Having passed the dangerous stage, the relationship goes to a new level and begins its development in another direction. Habits, character traits and shortcomings of the other are no longer annoying, and the main goal is not a desire to remake a partner, but the search for compromises.

There is another side to the coin - quarrels, quarrels are sharper, in which each strives to give examples of "atrocities" from the past. As soon as someone one leaves, repentance begins, the balance is gradually restored. During this period, the couple acquires the main thing - patience, and it is the first sign of the birth of true love.

Cooperation

The period is marked by the attainment of equilibrium. What does it mean? Having studied and accepted the partner as he is, the lovers begin to understand each other more. There are warm friendships that contribute to the strengthening of love. Everyone wants to take care of the second half, is interested in her professional achievements, her state of health.

The crisis of relations at this stage can provoke a conflict that has arisen, as they say, "out of the blue." Everyone is confident in their importance and is not going to make concessions. The danger is that now all the sick and the weak points are known. Pressing them on someone in a fit of anger is not difficult, and the offended side, taking it as a low blow, can not forgive.

The stage of cooperation is a period of maturity, but no one is insured from the partings that occur on it often enough.

Mutual respect

After going through all the steps listed above, the couple is ready to go into family life or break off relationships. These two cardinal directions arise from the fact that it is time to change their roles, moving to the status of husband and wife, and eventually the parents.

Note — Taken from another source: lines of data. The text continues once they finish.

export function IncidentScreen({ env, canWrite }: { env: string; canWrite: boolean }) {
  const current = useApi(currentIncidentResponseSchema, `/api/v1/environments/${env}/incidents/current`, { refreshInterval: INCIDENT_REFRESH_MS });
  const data = current.data;
  const r = data?.result;
  const firingSet = new Set(r?.firing ?? []);
  const firingCount = r?.firing.length ?? 0;
  return (
    <div className="space-y-4">
      <div className="flex flex-wrap items-start justify-between gap-3">
        <div>
          <h1 className="text-2xl font-semibold tracking-tight">Incidents</h1>
          <p className="mt-1 text-sm text-muted" data-testid="incident-status">
            {data?.incident
              ? `Incident #${data.incident.number} open since ${dateTime(data.incident.openedAt)} · ${plural(data.firingAlerts.length, "alert")} firing`
              : data
                ? "No alerts firing."
                : current.isLoading
                  ? "Loading…"
                  : ""}
            {data && ` · refreshed ${dateTime(data.computedAt, { seconds: true })}`}
          </p>
        </div>
        {data?.incident && (
          <Link href={`/environments/${env}/map?incident=current`} className="rounded-md border border-line px-3 py-1.5 text-sm hover:border-brass">
            Show on the map
          </Link>
        )}
      </div>

      <Notice tone="caution" title="A probability, not a diagnosis">
        <span data-testid="incident-caution">
          {data?.caution ?? "The probable origin is a probability read from the declared dependency graph, not a diagnosis."} It is only as good as the inventory:
          a dependency nobody declared is invisible here.
        </span>
      </Notice>

      {current.error && (
        <Notice tone="error" title="Could not load the incident">
          {current.error.message}
        </Notice>
      )}

      {data && !data.incident && (
        <>
          <Card title="Nothing fires">
            <p className="text-sm text-muted">
              When alerts arrive on this environment&apos;s webhook, this screen shows what fires, the probable origin and who to page, and follows the alerts as they come and go.
            </p>
          </Card>
          <WebhookHelp env={env} />
        </>
      )}

      {data?.incident && r && (
        <div className="space-y-4" data-testid="incident-live">
          <p className="text-sm text-muted" data-testid="incident-snapshot">
            {data.snapshot ? (
              <>
                Read against snapshot <span className="font-mono text-ink">#{data.snapshot.number}</span>, pushed {dateTime(data.snapshot.createdAt)} ({ageFromSeconds(data.snapshot.ageSeconds)}).
              </>
            ) : (
              "Nothing has been pushed to this environment: no component can be recognised."
            )}
          </p>
          <div className="grid grid-cols-2 gap-3 md:grid-cols-5">
            <Stat label="Firing alerts" value={data.firingAlerts.length} tone="down" />
            <Stat label="Firing components" value={firingCount} tone="down" />
            <Stat label="Explained" value={<span data-testid="explained">{`${r.explainedCount} of ${firingCount}`}</span>} hint="by the probable origin(s)" />
            <Stat label="Likely next" value={data.predictedTotal.down} tone={data.predictedTotal.down ? "degraded" : "ink"} hint={`down, not firing yet; ${data.predictedTotal.degraded} degraded`} />
            <Stat label="Unknown" value={data.unknownAlerts.reduce((a, u) => a + u.alerts, 0) + r.unknown.length} tone={data.unknownAlerts.length ? "degraded" : "ink"} hint="alerts naming no known component" />
          </div>

          <div className="grid gap-4 lg:grid-cols-2">
            <Card title="Probable origin: what explains the most firing components">
              <div className="space-y-3 text-sm" data-testid="origins">
                {r.origins.length === 0 && <p className="text-muted">No firing component&apos;s failure explains another firing one: each may be its own fault.</p>}
                {r.origins.map((o, i) => {
                  const notExplained = r.firing.filter((k) => !o.explains.includes(k));
                  return (
                    <div key={o.key} className="rounded-md border border-line p-3" data-testid="origin">
                      <div className="flex flex-wrap items-baseline gap-2">
                        <span className="text-xs uppercase tracking-wide text-faint">{i === 0 ? "most likely" : "also"}</span>
                        <KeyLink env={env} k={o.key} />
                        <span className="font-semibold text-down">
                          explains {o.explains.length} of {firingCount} firing
                        </span>
                        {o.degraded.length > 0 && <span className="text-xs text-degraded">({o.degraded.length} only as degraded)</span>}
                      </div>
                      <p className="mt-1 text-muted">
                        Explains: <KeyList env={env} keys={o.explains.filter((k) => k !== o.key)} max={12} />
                      </p>
                      <p className="mt-1 text-muted" data-testid="not-explained">
                        Does not explain: <KeyList env={env} keys={notExplained} max={12} />
                      </p>
                    </div>
                  );
                })}
                {r.origins.length > 0 && (
                  <p className="text-muted">
                    Together: <span className="text-ink">{r.explainedCount} of {firingCount}</span> firing components explained. Greedy set cover over each firing component&apos;s blast radius, within H(d) ≤ ln d + 1 of the fewest origins that explain as much (Chvátal 1979).
                  </p>
                )}
                {r.jointly.length > 0 && (
                  <div>
                    <h3 className="text-xs font-medium uppercase tracking-wide text-faint">Explained only together</h3>
                    <ul className="mt-1 space-y-0.5">
                      {r.jointly.map((j) => (
                        <li key={j.key}>
                          <KeyLink env={env} k={j.key} /> <span className="text-muted">is down only because all of</span> <KeyList env={env} keys={j.by} /> <span className="text-muted">are</span>
                        </li>
                      ))}
                    </ul>
                  </div>
                )}
                {r.unexplained.length > 0 && (
                  <div data-testid="unexplained">
                    <h3 className="text-xs font-medium uppercase tracking-wide text-faint">Not explained by anything firing</h3>
                    <p className="mt-1 text-muted">
                      <KeyList env={env} keys={r.unexplained} /> — a separate fault, or a dependency the inventory does not declare.
                    </p>
                  </div>
                )}
                {r.silent.length > 0 && (
                  <div data-testid="silent">
                    <h3 className="text-xs font-medium uppercase tracking-wide text-faint">Silent suspects: not alerting, yet they explain more</h3>
                    <ul className="mt-1 space-y-0.5">
                      {r.silent.map((s) => (
                        <li key={`${s.kind}:${s.key}`}>
                          {s.kind === "zone" ? <span className="font-mono text-ink">zone {s.key}</span> : <KeyLink env={env} k={s.key} firing={false} />}{" "}
                          <span className="text-muted">
                            — its failure alone would explain {s.explains.length} of {firingCount} firing: check that it is really up.
                          </span>
                        </li>
                      ))}
                    </ul>
                  </div>
                )}
              </div>
            </Card>
            <Card title="Where a walk along needs settles">
              <p className="mb-2 text-xs text-muted">
                Personalised PageRank seeded by the firing components, walking from each to what it needs (in the manner of MonitorRank, Kim, Sumbaly &amp; Shah 2013): what many firing components share collects the most. Shared
                infrastructure collects much in any incident; &ldquo;×N usual&rdquo; compares with its share under plain PageRank.
              </p>
              <ol className="space-y-1 text-sm" data-testid="pagerank">
                {r.pagerank.slice(0, 10).map((p, i) => (
                  <li key={p.key} className="flex items-center gap-2">
                    <span className="w-5 text-right font-mono text-xs text-faint">{i + 1}</span>
                    <KeyLink env={env} k={p.key} firing={p.firing} />
                    <span className="ml-auto font-mono text-xs tabular-nums text-faint" title="This incident's share against the component's share under plain PageRank">
                      {p.usual > 0 ? `${lift(p)} usual` : ""}
                    </span>
                    <span className="w-14 text-right font-mono tabular-nums text-muted">{p.score.toFixed(3)}</span>
                  </li>
                ))}
              </ol>
            </Card>
          </div>

          {data.unknownAlerts.length + r.unknown.length > 0 && (
            <Notice tone="caution" title="Alerts naming no known component">
              <span data-testid="unknown-alerts">
                {data.unknownAlerts.map((u) => `${u.value ? `${u.label ? `${u.label}=` : ""}${u.value}` : "no component label"} (${plural(u.alerts, "alert")})`).join(", ")}
                {r.unknown.length > 0 && `${data.unknownAlerts.length ? "; " : ""}outside the analysed graph: ${r.unknown.join(", ")}`}. They are kept and count as firing alerts, but no origin can be read for them: add the name as an alias of its component, or name the right labels in the{" "}
                <Link href={`/environments/${env}/reviews`} className="text-brass hover:underline">
                  environment&apos;s settings
                </Link>{" "}
                (&ldquo;Alert labels that name a component&rdquo;).
              </span>
            </Notice>
          )}

          <div className="grid gap-4 lg:grid-cols-2">
            <Card title="Who to page, in order">
              <p className="mb-2 text-xs text-muted">The probable origin&apos;s owners first, then silent suspects&apos; owners, then the teams whose components fire, then those whose components will likely fail next.</p>
              <PageList env={env} page={data.page} />
            </Card>
            <Card title="Likely to fail next (not firing yet)">
              <div className="space-y-2 text-sm" data-testid="predicted">
                <p>
                  <span className="font-semibold text-down">{data.predictedTotal.down} down</span> <span className="text-muted">— most critical tier first:</span>{" "}
                  <KeyList env={env} keys={r.predicted.down} max={30} />
                </p>
                <p>
                  <span className="font-semibold text-degraded">{data.predictedTotal.degraded} degraded:</span> <KeyList env={env} keys={r.predicted.degraded} max={30} />
                </p>
                <p className="text-xs text-muted">What the probable origins&apos; failure takes with it under the declared needs, beyond what already fires.</p>
              </div>
            </Card>
          </div>

          <SummaryCopy summary={data.summary}>
            {canWrite && <ResolveByHand env={env} number={data.incident.number} onDone={() => void current.mutate()} />}
          </SummaryCopy>

          <Card title={`Firing alerts (${data.firingAlerts.length})`}>
            <AlertsTable env={env} alerts={data.firingAlerts} show="firing" />
          </Card>
          {data.resolvedAlerts.length > 0 && (
            <Card title={`Resolved during this incident (${data.resolvedAlerts.length})`}>
              <AlertsTable env={env} alerts={data.resolvedAlerts} show="resolved" />
            </Card>
          )}
          {firingSet.size === 0 && <p className="text-sm text-muted">Every firing alert names a component this environment does not know.</p>}
        </div>
      )}

      <IncidentHistory env={env} />
    </div>
  );
}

If both are ready for this, then the crisis will pass unnoticed, as the partners learned to respect each other and value for internal qualities, and not for concrete actions. The union becomes like a strong and friendly team, ready to overcome any difficulties together.

Level of trust, understanding, mutual respect can be a reliable foundation for creating a family and returning emotions of the first stage.

A relationship crisis is only a turning point that most couples face and which can, if there is a desire on both sides, be overcome. Here are the main causes of crises and the main stages of the relationship between a man and a woman, knowing about which it will be much easier to bypass the traps.

Watch the video: Relationships Are Hard, But Why? Stan Tatkin. TEDxKC (May 2024).